→ Listed entries:
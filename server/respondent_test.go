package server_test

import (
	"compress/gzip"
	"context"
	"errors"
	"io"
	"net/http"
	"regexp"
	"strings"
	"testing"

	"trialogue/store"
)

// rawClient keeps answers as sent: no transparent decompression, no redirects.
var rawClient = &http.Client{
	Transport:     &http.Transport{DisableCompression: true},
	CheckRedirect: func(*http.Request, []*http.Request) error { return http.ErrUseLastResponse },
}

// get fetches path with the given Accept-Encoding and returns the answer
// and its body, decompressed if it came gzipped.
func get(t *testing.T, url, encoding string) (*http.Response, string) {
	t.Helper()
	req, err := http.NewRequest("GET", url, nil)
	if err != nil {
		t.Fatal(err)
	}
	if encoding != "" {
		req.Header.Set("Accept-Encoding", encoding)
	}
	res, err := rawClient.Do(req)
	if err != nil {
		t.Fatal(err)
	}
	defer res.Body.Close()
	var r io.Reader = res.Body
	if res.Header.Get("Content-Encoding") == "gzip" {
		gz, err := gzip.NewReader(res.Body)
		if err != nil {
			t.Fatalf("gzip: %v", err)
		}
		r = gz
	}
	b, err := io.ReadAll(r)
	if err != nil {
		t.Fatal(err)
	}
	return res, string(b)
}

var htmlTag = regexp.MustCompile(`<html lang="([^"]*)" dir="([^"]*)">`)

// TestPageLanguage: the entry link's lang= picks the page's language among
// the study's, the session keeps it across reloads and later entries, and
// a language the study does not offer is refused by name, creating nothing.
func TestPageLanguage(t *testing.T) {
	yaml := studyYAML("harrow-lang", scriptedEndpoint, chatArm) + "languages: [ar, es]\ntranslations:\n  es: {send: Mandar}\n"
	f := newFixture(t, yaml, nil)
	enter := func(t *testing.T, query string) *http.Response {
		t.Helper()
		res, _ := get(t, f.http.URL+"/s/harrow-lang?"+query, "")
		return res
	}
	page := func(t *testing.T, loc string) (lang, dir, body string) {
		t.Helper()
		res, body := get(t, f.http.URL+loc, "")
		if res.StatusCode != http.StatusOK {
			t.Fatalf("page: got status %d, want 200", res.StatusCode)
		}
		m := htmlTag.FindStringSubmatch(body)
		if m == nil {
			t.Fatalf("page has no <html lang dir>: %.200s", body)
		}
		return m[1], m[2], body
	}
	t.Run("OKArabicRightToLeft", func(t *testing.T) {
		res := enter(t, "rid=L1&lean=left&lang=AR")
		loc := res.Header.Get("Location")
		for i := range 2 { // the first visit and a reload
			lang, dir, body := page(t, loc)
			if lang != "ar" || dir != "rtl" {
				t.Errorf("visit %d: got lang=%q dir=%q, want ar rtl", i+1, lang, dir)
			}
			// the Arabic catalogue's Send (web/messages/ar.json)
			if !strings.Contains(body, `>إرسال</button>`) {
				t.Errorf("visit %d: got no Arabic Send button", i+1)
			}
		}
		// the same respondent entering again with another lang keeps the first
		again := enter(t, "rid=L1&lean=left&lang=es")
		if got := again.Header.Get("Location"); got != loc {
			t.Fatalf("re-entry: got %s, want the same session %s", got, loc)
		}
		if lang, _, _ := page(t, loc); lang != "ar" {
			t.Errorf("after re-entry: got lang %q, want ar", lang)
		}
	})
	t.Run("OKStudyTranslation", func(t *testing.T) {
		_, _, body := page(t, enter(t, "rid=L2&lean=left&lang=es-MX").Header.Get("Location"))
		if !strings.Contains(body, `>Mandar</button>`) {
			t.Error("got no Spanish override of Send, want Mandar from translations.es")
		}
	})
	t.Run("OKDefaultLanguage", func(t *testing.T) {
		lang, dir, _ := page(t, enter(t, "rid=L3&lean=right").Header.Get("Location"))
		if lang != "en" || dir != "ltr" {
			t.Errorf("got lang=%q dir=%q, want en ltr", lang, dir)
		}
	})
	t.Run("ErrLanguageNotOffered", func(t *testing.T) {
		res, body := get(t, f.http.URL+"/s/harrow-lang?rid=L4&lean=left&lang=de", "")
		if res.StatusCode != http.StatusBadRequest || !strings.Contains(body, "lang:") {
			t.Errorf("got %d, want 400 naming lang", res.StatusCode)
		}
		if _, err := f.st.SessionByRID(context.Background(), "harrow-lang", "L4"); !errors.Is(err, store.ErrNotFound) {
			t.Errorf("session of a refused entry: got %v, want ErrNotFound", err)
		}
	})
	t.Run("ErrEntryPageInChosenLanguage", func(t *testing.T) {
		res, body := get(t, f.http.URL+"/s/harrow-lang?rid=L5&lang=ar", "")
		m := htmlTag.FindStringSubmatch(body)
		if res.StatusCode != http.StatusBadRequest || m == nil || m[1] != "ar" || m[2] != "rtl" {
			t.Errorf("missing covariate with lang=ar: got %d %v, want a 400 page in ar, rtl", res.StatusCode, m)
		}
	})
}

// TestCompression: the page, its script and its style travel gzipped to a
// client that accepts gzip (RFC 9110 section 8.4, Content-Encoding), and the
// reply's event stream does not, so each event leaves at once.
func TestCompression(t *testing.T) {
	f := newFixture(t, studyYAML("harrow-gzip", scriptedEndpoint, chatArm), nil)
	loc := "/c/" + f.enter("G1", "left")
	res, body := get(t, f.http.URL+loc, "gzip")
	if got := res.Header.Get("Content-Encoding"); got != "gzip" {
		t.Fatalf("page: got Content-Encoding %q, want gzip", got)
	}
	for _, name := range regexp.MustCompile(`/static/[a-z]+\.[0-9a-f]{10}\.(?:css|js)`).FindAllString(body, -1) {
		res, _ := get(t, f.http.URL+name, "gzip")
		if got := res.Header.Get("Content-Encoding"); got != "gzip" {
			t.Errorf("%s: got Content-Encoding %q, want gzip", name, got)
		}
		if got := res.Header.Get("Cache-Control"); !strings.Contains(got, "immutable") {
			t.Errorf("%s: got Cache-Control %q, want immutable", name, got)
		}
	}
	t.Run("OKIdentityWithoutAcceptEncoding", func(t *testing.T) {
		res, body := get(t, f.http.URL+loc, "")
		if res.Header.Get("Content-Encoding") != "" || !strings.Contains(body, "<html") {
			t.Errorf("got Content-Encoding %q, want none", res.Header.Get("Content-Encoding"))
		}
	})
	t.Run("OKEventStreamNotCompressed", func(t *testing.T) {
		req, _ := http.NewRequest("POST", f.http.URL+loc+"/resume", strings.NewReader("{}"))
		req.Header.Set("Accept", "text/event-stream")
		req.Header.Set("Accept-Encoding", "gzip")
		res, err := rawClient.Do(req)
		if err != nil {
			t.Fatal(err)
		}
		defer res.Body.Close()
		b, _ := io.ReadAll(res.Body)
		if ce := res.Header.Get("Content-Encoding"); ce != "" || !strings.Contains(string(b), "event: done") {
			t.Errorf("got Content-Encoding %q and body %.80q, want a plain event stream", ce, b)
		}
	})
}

→ Exercise goal: For each line above that contains "button", make a copy.

→ Response to the exercise:
			if !strings.Contains(body, `>إرسال</button>`) {
				t.Errorf("visit %d: got no Arabic Send button", i+1)
		if !strings.Contains(body, `>Mandar</button>`) {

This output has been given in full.